# Dataset entries
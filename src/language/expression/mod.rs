//! Set expressions: `0 <= p <= 1`, `p < 1 % or p > 5 %`, `P(X < 12.0) >= 0.01`.
//!
//! ```text
//! any        := all ("or" all)*
//! all        := one ("and" one)*
//! one        := "(" any ")" | side (relation side)+
//! side       := "inf" | "-inf" | name "/" name | "P(" any ")" | "median(X)" | "quantile(X," number ")" | linear
//! linear     := term (("+" | "-") term)*
//! term       := number | name | number "*" name
//! ```

mod lexer;
mod parser;
mod side;

use crate::language::diagnostic::Span;
use crate::language::set::SetExpression;

pub use parser::MOST_LEVELS;

/// The longest set expression.
const MOST_CHARACTERS: usize = 10_000;

/// What is wrong with an expression, and where in its text: counted in characters from zero.
#[derive(Clone, Debug, PartialEq, Eq)]
pub struct Fault {
    /// First character.
    pub start: usize,
    /// How many characters.
    pub width: usize,
    /// Code of the diagnostic.
    pub code: &'static str,
    /// What is wrong.
    pub message: String,
    /// What to do.
    pub help: String,
    /// Whether the text ended too early.
    pub at_end: bool,
}

/// Parses a set expression. `place` turns a stretch of its text into a place in the file.
pub fn parse(
    text: &str,
    place: &dyn Fn(usize, usize) -> Span,
) -> Result<SetExpression, Box<Fault>> {
    let length = text.chars().count();
    if length > MOST_CHARACTERS {
        return Err(fault(
            MOST_CHARACTERS,
            1,
            format!(
                "a set expression has at most {MOST_CHARACTERS} characters, and this one has {length}"
            ),
            "write the set with fewer intervals",
        ));
    }
    let tokens = lexer::tokens(text)?;
    parser::Parser::new(text, tokens, place).whole()
}

/// Parses a text whose places do not matter, e.g. in tests and in other programs.
pub fn parse_text(text: &str) -> Result<SetExpression, Box<Fault>> {
    parse(text, &|start, width| Span {
        line: 1,
        column: start + 1,
        width: width.max(1),
    })
}

fn fault(
    start: usize,
    width: usize,
    message: impl Into<String>,
    help: impl Into<String>,
) -> Box<Fault> {
    Box::new(Fault {
        start,
        width: width.max(1),
        code: "set-syntax",
        message: message.into(),
        help: help.into(),
        at_end: false,
    })
}

#[cfg(test)]
mod tests;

# Aim of the exercise
Repeat every line of the data precisely.

# Result below
filename src/language/expression/mod.rs
//! Set expressions: `0 <= p <= 1`, `p < 1 % or p > 5 %`, `P(X < 12.0) >= 0.01`.
//!
//! ```text
//! any        := all ("or" all)*
//! all        := one ("and" one)*
//! one        := "(" any ")" | side (relation side)+
//! side       := "inf" | "-inf" | name "/" name | "P(" any ")" | "median(X)" | "quantile(X," number ")" | linear
//! linear     := term (("+" | "-") term)*
//! term       := number | name | number "*" name
//! ```

mod lexer;
mod parser;
mod side;

use crate::language::diagnostic::Span;
use crate::language::set::SetExpression;

pub use parser::MOST_LEVELS;

/// The longest set expression.
const MOST_CHARACTERS: usize = 10_000;

/// What is wrong with an expression, and where in its text: counted in characters from zero.
#[derive(Clone, Debug, PartialEq, Eq)]
pub struct Fault {
    /// First character.
    pub start: usize,
    /// How many characters.
    pub width: usize,
    /// Code of the diagnostic.
    pub code: &'static str,
    /// What is wrong.
    pub message: String,
    /// What to do.
    pub help: String,
    /// Whether the text ended too early.
    pub at_end: bool,
}

/// Parses a set expression. `place` turns a stretch of its text into a place in the file.
pub fn parse(
    text: &str,
    place: &dyn Fn(usize, usize) -> Span,
) -> Result<SetExpression, Box<Fault>> {
    let length = text.chars().count();
    if length > MOST_CHARACTERS {
        return Err(fault(
            MOST_CHARACTERS,
            1,
            format!(
                "a set expression has at most {MOST_CHARACTERS} characters, and this one has {length}"
            ),
            "write the set with fewer intervals",
        ));
    }
    let tokens = lexer::tokens(text)?;
    parser::Parser::new(text, tokens, place).whole()
}

/// Parses a text whose places do not matter, e.g. in tests and in other programs.
pub fn parse_text(text: &str) -> Result<SetExpression, Box<Fault>> {
    parse(text, &|start, width| Span {
        line: 1,
        column: start + 1,
        width: width.max(1),
    })
}

fn fault(
    start: usize,
    width: usize,
    message: impl Into<String>,
    help: impl Into<String>,
) -> Box<Fault> {
    Box::new(Fault {
        start,
        width: width.max(1),
        code: "set-syntax",
        message: message.into(),
        help: help.into(),
        at_end: false,
    })
}

#[cfg(test)]
mod tests;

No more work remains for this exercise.